趙琰渾身劇震,枯瘦手指死死摳住案沿,指節泛白:“您……您是……”

“我是當年那個,在承天門廣場,替承德太子捧着最後一道求赦詔書,卻眼睜睜看着詔書被魏嚴當衆撕碎的人。”蘇寧一字一句,如重錘擂鼓,“那詔書上,有武安侯的血證,有謝家三百七十二口人的名字,還有……你親手謄抄的,三十七處修改痕跡。”

趙琰喉嚨裏發出咯咯聲響,像破風箱在抽氣。他猛地撲向案頭,一把抓起那捲竹簡,嘶吼着:“不可能!那捲簡,我燒了!我親眼看着它化成灰!”

“灰燼裏,我撿回了三十七片沒燒透的竹片。”蘇寧抬手,掌心向上。一點微光自他指尖浮起,倏然化作三十七枚細小的光點,在昏暗窯室內靜靜懸浮,每一枚光點之中,都映着半行焦黑字跡——正是竹簡上缺失的段落。

趙琰癱坐在地,吏袍下襬浸透冷汗,嘴脣哆嗦着,卻再也吐不出一個字。

窯頂,忽有碎石簌簌落下。

蘇寧抬眼。

一道黑影自穹頂破洞躍下,如鷹隼撲食,手中短戟寒光凜冽,直取蘇寧後心!

蘇寧甚至未回頭。

左手駢指如劍,向後一劃。

一道無形氣勁轟然爆發!

那黑影尚未落地,整個人如遭萬鈞巨錘轟擊,悶哼一聲,胸口凹陷,噴出一口鮮血,重重砸在窯壁上,震得整座廢窯簌簌落灰。
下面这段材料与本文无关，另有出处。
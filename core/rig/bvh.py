"""BVH motion capture: the joint tree, its motion, forward kinematics, units and up axis.

A BVH file holds a HIERARCHY (joints with an OFFSET from their parent, the CHANNELS that
move them, End Sites at the tips) and a MOTION block (frame count, frame time, one line of
channel values per frame). A joint's rotation channels are Euler angles in degrees applied
in the order they are listed (``Zrotation Xrotation Yrotation`` is R = Rz Rx Ry); position
channels place the joint (as Blender's bundled importer reads them: the position replaces
the offset). Positions come out in metres, Z up, as the rest of the core expects.

References
----------
BVH: the Biovision hierarchy format as documented with the CMU and other public captures
(common practice: Y up, rotations in degrees, channel order as listed).
"""

from dataclasses import dataclass

import numpy as np

from ..base.errors import InvalidTrajectoryError

#: Units a BVH may be written in [m per unit].
UNITS = {"m": 1.0, "cm": 0.01, "mm": 0.001, "in": 0.0254}
#: A standing adult's rest height [m] that unit detection accepts: 1.0-2.3 m (children to
#: tall adults; common practice).
HUMAN_HEIGHT_RANGE_M = (1.0, 2.3)
#: Y-up (BVH convention) to Z-up: (x, y, z) -> (x, -z, y), as Blender's BVH importer does
#: with its default axes (forward -Z, up Y).
Y_UP_TO_Z_UP = np.array([[1.0, 0.0, 0.0], [0.0, 0.0, -1.0], [0.0, 1.0, 0.0]])


@dataclass(frozen=True, eq=False)
class BvhMotion:
    """One BVH file, as written (file units, file axes).

    Attributes
    ----------
    names : tuple of str  joint names, parents before children
    parents : tuple of int  parent index, -1 for the root
    offsets : ndarray (n_joints, 3)  offset from the parent [file units]
    end_sites : dict  joint index -> End Site offset (n=3) [file units]
    channels : tuple of tuple of str  each joint's channel names, in file order
    frame_time_s : float  seconds per frame
    values : ndarray (n_frames, n_channels)  the MOTION block
    """

    names: tuple
    parents: tuple
    offsets: np.ndarray
    end_sites: dict
    channels: tuple
    frame_time_s: float
    values: np.ndarray

    @property
    def fps(self):
        """Frames per second [1/s]; a rate within 1e-5 of a whole number is that number
        (files write the frame time to a few digits: 0.008333 s is 120 fps)."""
        fps = 1.0 / self.frame_time_s
        return float(round(fps)) if abs(fps - round(fps)) <= 1e-5 * fps else fps


def _bad(path, what):
    return InvalidTrajectoryError(f"{path}: {what}; is it a BVH file (HIERARCHY ... MOTION)?")


def _number(tok, path, what):
    try:
        x = float(tok)
    except ValueError:
        raise _bad(path, f"{what} {tok!r} is not a number") from None
    if not np.isfinite(x):
        raise _bad(path, f"{what} is {tok}")
    return x


def _hierarchy(tokens, path):
    """Joints from the HIERARCHY tokens; returns (names, parents, offsets, ends, channels, next index)."""
    names, parents, offsets, channels, ends = [], [], [], [], {}
    stack, i, site = [], 0, False
    if not tokens or tokens[0].upper() != "HIERARCHY":
        raise _bad(path, "it does not start with HIERARCHY")
    i = 1
    while i < len(tokens):
        tok = tokens[i].upper()
        if tok in ("ROOT", "JOINT"):
            if i + 2 >= len(tokens) or tokens[i + 2] != "{":
                raise _bad(path, f"{tokens[i]} needs a name and '{{'")
            names.append(tokens[i + 1])
            parents.append(stack[-1] if stack else -1)
            offsets.append(np.zeros(3))
            channels.append(())
            stack.append(len(names) - 1)
            i += 3
        elif tok == "END":
            site, i = True, i + 3  # End Site {
        elif tok == "OFFSET":
            xyz = [_number(t, path, "an OFFSET value") for t in tokens[i + 1:i + 4]]
            if len(xyz) != 3 or not stack:
                raise _bad(path, "an OFFSET needs three numbers inside a joint")
            if site:
                ends[stack[-1]] = np.array(xyz)
            else:
                offsets[stack[-1]] = np.array(xyz)
            i += 4
        elif tok == "CHANNELS":
            count = int(_number(tokens[i + 1], path, "the channel count"))
            names_c = tuple(tokens[i + 2:i + 2 + count])
            if not stack or len(names_c) != count or any(c.lower()[1:] not in ("position", "rotation")
                                                         or c.lower()[0] not in "xyz" for c in names_c):
                raise _bad(path, f"CHANNELS {' '.join(names_c)} are not Xposition ... Zrotation")
            channels[stack[-1]] = names_c
            i += 2 + count
        elif tok == "}":
            if site:
                site = False
            elif stack:
                stack.pop()
            else:
                raise _bad(path, "a '}' closes nothing")
            i += 1
        elif tok == "MOTION":
            break
        else:
            raise _bad(path, f"unexpected {tokens[i]!r} in the HIERARCHY")
    if not names or stack:
        raise _bad(path, "the HIERARCHY has no ROOT or its braces do not close")
    return names, parents, offsets, ends, channels, i


def read_bvh(text, path="BVH"):
    """Parse a BVH file's text into a :class:`BvhMotion`.

    Raises
    ------
    InvalidTrajectoryError
        With the file named and what is wrong in it.
    """
    head, sep, motion = text.partition("MOTION")
    if not sep:
        raise _bad(path, "it has no MOTION block")
    names, parents, offsets, ends, channels, _ = _hierarchy(head.split() + ["MOTION"], path)
    if len(set(names)) != len(names):
        raise _bad(path, "two joints share a name")
    lines = [ln for ln in motion.splitlines() if ln.strip()]
    if len(lines) < 2 or not lines[0].lower().startswith("frames:") or "time:" not in lines[1].lower():
        raise _bad(path, "MOTION needs 'Frames: N' and 'Frame Time: SECONDS'")
    n_frames = int(_number(lines[0].split(":", 1)[1], path, "Frames"))
    frame_time = _number(lines[1].split(":", 1)[1], path, "Frame Time")
    if frame_time <= 0:
        raise _bad(path, f"Frame Time {frame_time:g} s must be above 0")
    n_ch = sum(len(c) for c in channels)
    rows = lines[2:2 + n_frames]
    try:
        values = np.array([np.array(r.split(), float) for r in rows]) if rows else np.zeros((0, n_ch))
    except ValueError:
        raise _bad(path, "a MOTION line holds something that is not a number") from None
    if len(rows) != n_frames or values.ndim != 2 or values.shape[1] != n_ch:
        raise _bad(path, f"MOTION should have {n_frames} lines of {n_ch} numbers (one per channel), "
                         f"found {len(rows)} lines of {values.shape[1] if values.ndim == 2 else 'uneven'}")
    if not np.isfinite(values).all():
        raise _bad(path, "MOTION holds a non-finite value")
    return BvhMotion(tuple(names), tuple(parents), np.array(offsets, float).reshape(-1, 3),
                     ends, tuple(channels), frame_time, values)


def _axis_rotations(axis, degrees):
    """(n, 3, 3) rotations about x, y or z by ``degrees``."""
    a = np.radians(degrees)
    c, s = np.cos(a), np.sin(a)
    m = np.zeros((len(a), 3, 3))
    i, j = {"x": (1, 2), "y": (2, 0), "z": (0, 1)}[axis]
    k = 3 - i - j
    m[:, k, k] = 1.0
    m[:, i, i] = c
    m[:, j, j] = c
    m[:, i, j] = -s
    m[:, j, i] = s
    return m


def forward_kinematics(bvh):
    """World rotations and joint positions of every frame, in file units and axes.

    Returns
    -------
    rotations : ndarray (n_frames, n_joints, 3, 3)
    positions : ndarray (n_frames, n_joints, 3)  each joint's head [file units]
    """
    n_f, n_j = len(bvh.values), len(bvh.names)
    rot = np.zeros((n_f, n_j, 3, 3))
    pos = np.zeros((n_f, n_j, 3))
    col = 0
    for j in range(n_j):
        local = np.broadcast_to(np.eye(3), (n_f, 3, 3)).copy()
        offset = np.broadcast_to(bvh.offsets[j], (n_f, 3)).copy()
        placed = False
        for name in bvh.channels[j]:
            axis, kind = name[0].lower(), name[1:].lower()
            v = bvh.values[:, col]
            col += 1
            if kind == "rotation":
                local = local @ _axis_rotations(axis, v)
            else:
                if not placed:
                    offset[:] = 0.0  # position channels replace the offset (Blender's reading)
                    placed = True
                offset[:, "xyz".index(axis)] = v
        p = bvh.parents[j]
        if p < 0:
            rot[:, j], pos[:, j] = local, offset
        else:
            rot[:, j] = rot[:, p] @ local
            pos[:, j] = pos[:, p] + np.einsum("fij,fj->fi", rot[:, p], offset)
    return rot, pos


def rest_points(bvh):
    """Rest-pose heads and tails [file units]: a joint's tail is its End Site, else the
    mean of its children's heads (a lone leaf with neither gets a stub along its offset)."""
    n = len(bvh.names)
    heads = np.zeros((n, 3))
    for j in range(n):
        p = bvh.parents[j]
        heads[j] = bvh.offsets[j] + (heads[p] if p >= 0 else 0.0)
    tails = heads.copy()
    for j in range(n):
        kids = [c for c in range(n) if bvh.parents[c] == j]
        if j in bvh.end_sites:
            tails[j] = heads[j] + bvh.end_sites[j]
        elif kids:
            tails[j] = heads[kids].mean(axis=0)
        if np.allclose(tails[j], heads[j]):
            tails[j] = heads[j] + 0.1 * (bvh.offsets[j] if np.any(bvh.offsets[j]) else np.array([0, 1.0, 0]))
    return heads, tails


def up_axis(heads, tails):
    """``"y"`` or ``"z"``: the axis along which the rest skeleton is tallest of the two.

    Arms in a T pose span about the body's height, but sideways (x); along the other
    horizontal axis a body is only a foot long, so the taller of y and z is up.
    """
    pts = np.concatenate([heads, tails])
    extent = pts.max(axis=0) - pts.min(axis=0)
    return "z" if extent[2] > extent[1] else "y"


def detect_units(height):
    """The unit [key of :data:`UNITS`] in which a rest height of ``height`` file units is a person's.

    Returns None when no unit gives a height in :data:`HUMAN_HEIGHT_RANGE_M`.
    """
    lo, hi = HUMAN_HEIGHT_RANGE_M
    for unit in ("m", "cm", "in", "mm"):
        if lo <= height * UNITS[unit] <= hi:
            return unit
    return None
窯洞深處,更多黑影無聲浮現,刀光如網,從四面八方絞殺而至!

蘇寧仍站在原地,右手緩緩按上插在地上的唐橫刀。

刀未出鞘。

一股磅礴威壓卻自他周身轟然炸開!

空氣凝滯,燭火驟滅。

所有撲來的黑衣人動作齊齊一僵,彷彿被無形巨手扼住咽喉,面罩下的眼球暴突,青筋在額角瘋狂跳動。有人膝蓋一軟,跪倒在地;有人七竅流血,捂着耳朵哀嚎;更有兩人直接口吐白沫,抽搐着癱軟如泥。

趙琰蜷縮在案後,牙齒打顫,看着蘇寧緩緩拔刀。

唐橫刀離鞘三寸。

一道慘白刀罡自刃尖激射而出,如天河倒懸,橫貫整個窯室!

轟——!

刀罡所過之處,殘壁如豆腐般無聲裂開,蛛網般的縫隙瞬間爬滿整座穹頂。緊接着,轟隆巨響震徹山坳,整座黑水坳都在劇烈搖晃,窯頂轟然坍塌,巨石裹挾着煙塵暴雨般砸落!

煙塵瀰漫中,蘇寧的身影卻穩如磐石。

他收刀入鞘,轉身走向趙琰。

趙琰涕淚橫流,對着地上那捲竹簡,砰砰磕了三個響頭,額頭撞得鮮血淋漓:“罪臣趙琰……伏誅!只求……只求您將此簡,交予魏將軍與孟將軍!謝家……謝家等這一天,等了十六年啊!”

蘇寧彎腰,拾起竹簡。

就在此時,窯洞外,傳來一陣清越笛聲。

笛聲初時婉轉如溪,漸次轉爲蒼涼悲愴,最後竟化作金戈鐵馬之聲,殺伐凜冽,直衝霄漢!

蘇寧握着竹簡的手指微微一頓。

遠處山崗上,一襲素白衣袂在晚風中獵獵翻飛。那人橫笛脣邊,笛聲如刀,割裂暮色。他身邊,一匹通體雪白的駿馬靜靜佇立,鞍韉上,赫然懸着一杆銀槍——槍纓如血,正隨風狂舞。

蘇寧抬眼望去,脣角,終於浮起一絲久違的、極淡的笑意。

笛聲未歇。

山風浩蕩。

他握緊竹簡,轉身,一步步踏出崩塌的窯洞,迎着那漫天星鬥,迎着那笛聲來處,迎着這即將傾覆又必將重鑄的萬里山河。